Exercise:
Within the entries below, the lines from the one with "case v0 != v0" through the one with "grown := -x - logS0" are to be set down exactly, both ends kept.

Task material:
--------------------

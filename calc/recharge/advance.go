package recharge

import "math"

// Interval is a part of the period with constant node voltage.
type Interval struct {
	Duration    float64 // length; 0 or less: absent [s]
	Drive       float64 // E = V_DD - V_node [V]
	Conducts    bool    // false: the element is disconnected (switch not driven) and there is only the load
	Load        float64 // constant load current, not negative [A]
	Conductance float64 // load across V_BS, R_GS while the high side is on, not negative [S]
}

// Advance returns V_BS [V] at the end of the interval iv from v0 [V] at its start, with the capacitor c [F], and dv1/dv0 [1]. Exact
// solution of C·dv/dt = i(E - v) - I - G·v: eq. (3) to (8) of the package comment. A negative load or conductance gives NaN.
func (e Element) Advance(v0 float64, iv Interval, c float64) (v1, dv1dv0 float64) {
	w := e.law()
	v1, dv1dv0, _ = w.advance(v0, &iv, c)
	return v1, dv1dv0
}

// advance is Advance that also returns the charge through the element, ∫i dt [C].
func (w *law) advance(v0 float64, iv *Interval, c float64) (v1, slope, charge float64) {
	t, load, g := iv.Duration, iv.Load, iv.Conductance
	switch {
	case t <= 0:
		return v0, 1, 0
	case v0 != v0 || t != t || !(load >= 0) || !(g >= 0) || !(c > 0):
		nan := math.NaN()
		return nan, nan, nan
	case !iv.Conducts:
		return Hold(v0, load, g, c, t), math.Exp(-g * t / c), 0
	case w.linear:
		return w.advanceSwitch(v0, iv, c)
	}
	k := load + w.is
	if k < 1e-300 {
		k = 0 // its reciprocal must stay finite
	}
	// s is largest where v is lowest, and v never falls faster than with i = -I_S
	blocked, faded := v0-k*t/c, 1.0
	if g > 0 {
		blocked, faded = Hold(v0, k, g, c, t), math.Exp(-g*t/c)
	}
	if w.logIS+(iv.Drive-math.Min(v0, blocked)+w.is*w.r)/w.slope < logFloor(k)-37 {
		return blocked, faded, -w.is * t
	}
	if g > 0 {
		return w.advanceLeaky(v0, iv, c)
	}
	logS0, s0 := w.saturated(iv.Drive - v0)
	if s0 < 1e-280 && k == 0 { // no current at all
		return v0, 1, 0
	}
	var logS1, s1 float64
	if w.r == 0 {
		// 1/s1 = e^-T/s0 + (1 - e^-T)/K, as a sum of logarithms
		x := k * t / (c * w.slope)
		grown := -x - logS0
		fed := math.Log(t/(c*w.slope)) + math.Log(expm1Ratio(-x))
		top := math.Max(grown, fed)
		logS1 = -(top + math.Log(math.Exp(grown-top)+math.Exp(fed-top)))
		s1 = math.Exp(logS1)
		slope = math.Min(math.Exp(logS1-logS0-x), 1)
	} else {
		var a float64
		a, logS1 = w.decay(s0, logS0, k, t/c)
		var lost float64 // 1 - e^-a
		if a < 0.5 {
			lost = -math.Expm1(-a)
			slope = 1 - lost
		} else {
			slope = math.Exp(-a)
			lost = 1 - slope
		}
		s1 = s0*slope + k*lost // eq. (4)
		if logS1 != logS1 {
			logS1 = math.Log(s1)
		}
	}
	v1 = w.voltage(iv.Drive, logS1, s1)
	return v1, slope, c*(v1-v0) + load*t
}

// decay returns A >= 0 of eq. (3) for the time tc = t/C [s/F], by the two forms under eq. (5), and ln s1 [1] where (3) gives it without a
// logarithm, else NaN: its second term is (n·V_T/K)·(A + ln s1 - ln s0). Where A or K·tc/(n·V_T) is large the difference has no digits left.
func (w *law) decay(s0, logS0, k, tc float64) (a, logS1 float64) {
	if s0 >= k {
		rise := softRise{a: w.r, b: w.slope / k, p: k / s0, k: k, logS0: logS0, bp: w.slope / s0}
		last := &w.before[w.interval]
		a = rise.solve(tc, *last)
		if w.interval > 0 {
			*last = a
		}
		if x := tc * k / w.slope; a < 2 && x < 2 {
			return a, logS0 - a + x - w.r*a*k/w.slope
		}
		return a, math.NaN()
	}
	rise := softRise{a: w.slope / k, b: w.r, p: s0 / k, k: k, inverse: true, logS0: logS0, bp: w.r * s0 / k}
	u := rise.solve(tc, 0)
	a = rise.soft(u)
	if u > bend && rise.a < rise.b*math.Min(a, 1) {
		return (tc - rise.a*u) / rise.b, math.NaN() // the same from (3), but for the cancellation of u and ln p
	}
	return a, math.NaN()
}

// softRise is the function h(x) = a·x + b·log1p(p·expm1(x)) with a, b > 0 and 0 <= p <= 1: increasing and convex.
type softRise struct {
	a, b float64
	p    float64 // K/s0 or s0/K, may underflow
	bp   float64 // b·p; with p = 0 and b infinite the limit, and h(x) = a·x + bp·expm1(x)

	k, logS0 float64 // K and ln s0, for ln p where p·e^x must be taken as e^(x + ln p)
	inverse  bool    // p is s0/K
}

// logP returns ln p, which does not underflow.
func (h *softRise) logP() float64 {
	if h.inverse {
		return h.logS0 - math.Log(h.k)
	}
	return math.Log(h.k) - h.logS0
}

// bend is the x from which p·expm1(x) is taken as e^(x + ln p) - p.
const bend = 30

// soft returns log1p(p·expm1(x)).
func (h *softRise) soft(x float64) float64 {
	if x <= bend {
		return math.Log1p(h.p * math.Expm1(x))
	}
	l := x + h.logP()
	if l < 37 {
		return math.Log1p(math.Exp(l) - h.p)
	}
	return l
}

// at returns b·log1p(p·expm1(x)) and its first three derivatives.
func (h *softRise) at(x float64) (f, d1, d2, d3 float64) {
	if x > bend && h.k > 0 {
		l := x + h.logP()
		if l > 37 {
			return h.b * l, h.b, 0, 0
		}
		e := math.Exp(l)
		w := e - h.p
		d1 = h.b * e / (1 + w)
		d2 = d1 * (1 - h.p) / (1 + w)
		return h.b * math.Log1p(w), d1, d2, d2 * (1 - h.p - e) / (1 + w)
	}
	var m float64
	if x > 0.5 {
		m = math.Exp(x) - 1
	} else {
		m = math.Expm1(x)
	}
	w := h.p * m
	n := 1 / (1 + w)
	d1 = h.bp * (m + 1) * n
	d2 = d1 * (1 - h.p) * n
	d3 = d2 * (1 - h.p - h.p*(m+1)) * n
	if w < 1e-3 { // b may be infinite
		return h.bp * m * (1 - w*(1./2-w*(1./3-w*(1./4-w/5)))), d1, d2, d3
	}
	return h.b * math.Log1p(w), d1, d2, d3
}

// alone returns the x at which b·log1p(p·expm1(x)) reaches y on its own: log1p(expm1(y/b)/p).
func (h *softRise) alone(y float64) float64 {
	q := y / h.b
	if q > 37 {
		return q - h.logP()
	}
	if x := y / h.bp * expm1Ratio(q); x < 1e300 {
		return math.Log1p(x)
	}
	return math.Log(math.Expm1(q)) - h.logP()
}

// solve returns the root of h(x) = y >= 0. It lies below the roots of both terms alone, and h there is at most 2·y. Householder's method
// of fourth order from near, or where that is 0 from their parallel sum, kept inside the bracket by Newton's or bisection; 2 or 3 steps as a
// rule, 100 at most.
func (h softRise) solve(y, near float64) float64 {
	low, high, x := 0.0, math.Inf(1), near
	if !(near > 0) {
		high, x = h.bracket(y)
	}
	for range 100 {
		f, d, d2, d3 := h.at(x)
		f, d = f+h.a*x-y, d+h.a
		if f > 0 {
			high = x
		} else {
			low = x
		}
		r := f / d
		bent := r * d2 / d
		step := r * (1 - bent/2) / (1 - bent + r*r/6*d3/d)
		// h bends within 1 of its knee at x = -ln p; beyond it x may be so large that its last digit is all that is left
		if !(math.Abs(step) > math.Max(1e-4*math.Min(x, 1), 1e-15*x)) {
			return x - step
		}
		next := x - step
		if !(next > low && next < high) {
			next = x - f/d
		}
		if !(next > low && next < high) {
			if math.IsInf(high, 1) {
				high, _ = h.bracket(y)
			}
			next = low + (high-low)/2
		}
		x = next
	}
	return x
}

// bracket returns an upper limit of the root of h(x) = y, and the parallel sum of the roots of both terms alone.
func (h *softRise) bracket(y float64) (high, x float64) {
	x1, x2 := y/h.a, h.alone(y)
	high = math.Min(x1, x2)
	return high, high / (1 + high/math.Max(x1, x2))
}

// logFloor returns a value at most ln 2 below ln x [1], -Inf for 0.
func logFloor(x float64) float64 {
	if x == 0 {
		return math.Inf(-1)
	}
	return float64(math.Ilogb(x)) * math.Ln2
}

// expm1Ratio returns (e^x - 1)/x, 1 at 0.
func expm1Ratio(x float64) float64 {
	if math.Abs(x) < 1e-3 {
		return 1 + x/2*(1+x/3*(1+x/4*(1+x/5)))
	}
	return math.Expm1(x) / x
}

// advanceSwitch is the law of the resistance alone: v tends to (E - I·R)/(1 + G·R) with the time constant R·C/(1 + G·R).
func (w *law) advanceSwitch(v0 float64, iv *Interval, c float64) (v1, slope, charge float64) {
	n := 1 + iv.Conductance*w.r
	rest := (iv.Drive - iv.Load*w.r) / n
	x := iv.Duration * n / (w.r * c)
	slope = math.Exp(-x)
	v1 = rest + (v0-rest)*slope
	if x < 1 {
		v1 = v0 - (rest-v0)*math.Expm1(-x)
	}
	area := rest*iv.Duration - (rest-v0)*iv.Duration*expm1Ratio(-x) // ∫v dt [V s]
	return v1, slope, c*(v1-v0) + iv.Load*iv.Duration + iv.Conductance*area
}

--------------------

Output of the exercise:
	case v0 != v0 || t != t || !(load >= 0) || !(g >= 0) || !(c > 0):
		nan := math.NaN()
		return nan, nan, nan
	case !iv.Conducts:
		return Hold(v0, load, g, c, t), math.Exp(-g * t / c), 0
	case w.linear:
		return w.advanceSwitch(v0, iv, c)
	}
	k := load + w.is
	if k < 1e-300 {
		k = 0 // its reciprocal must stay finite
	}
	// s is largest where v is lowest, and v never falls faster than with i = -I_S
	blocked, faded := v0-k*t/c, 1.0
	if g > 0 {
		blocked, faded = Hold(v0, k, g, c, t), math.Exp(-g*t/c)
	}
	if w.logIS+(iv.Drive-math.Min(v0, blocked)+w.is*w.r)/w.slope < logFloor(k)-37 {
		return blocked, faded, -w.is * t
	}
	if g > 0 {
		return w.advanceLeaky(v0, iv, c)
	}
	logS0, s0 := w.saturated(iv.Drive - v0)
	if s0 < 1e-280 && k == 0 { // no current at all
		return v0, 1, 0
	}
	var logS1, s1 float64
	if w.r == 0 {
		// 1/s1 = e^-T/s0 + (1 - e^-T)/K, as a sum of logarithms
		x := k * t / (c * w.slope)
		grown := -x - logS0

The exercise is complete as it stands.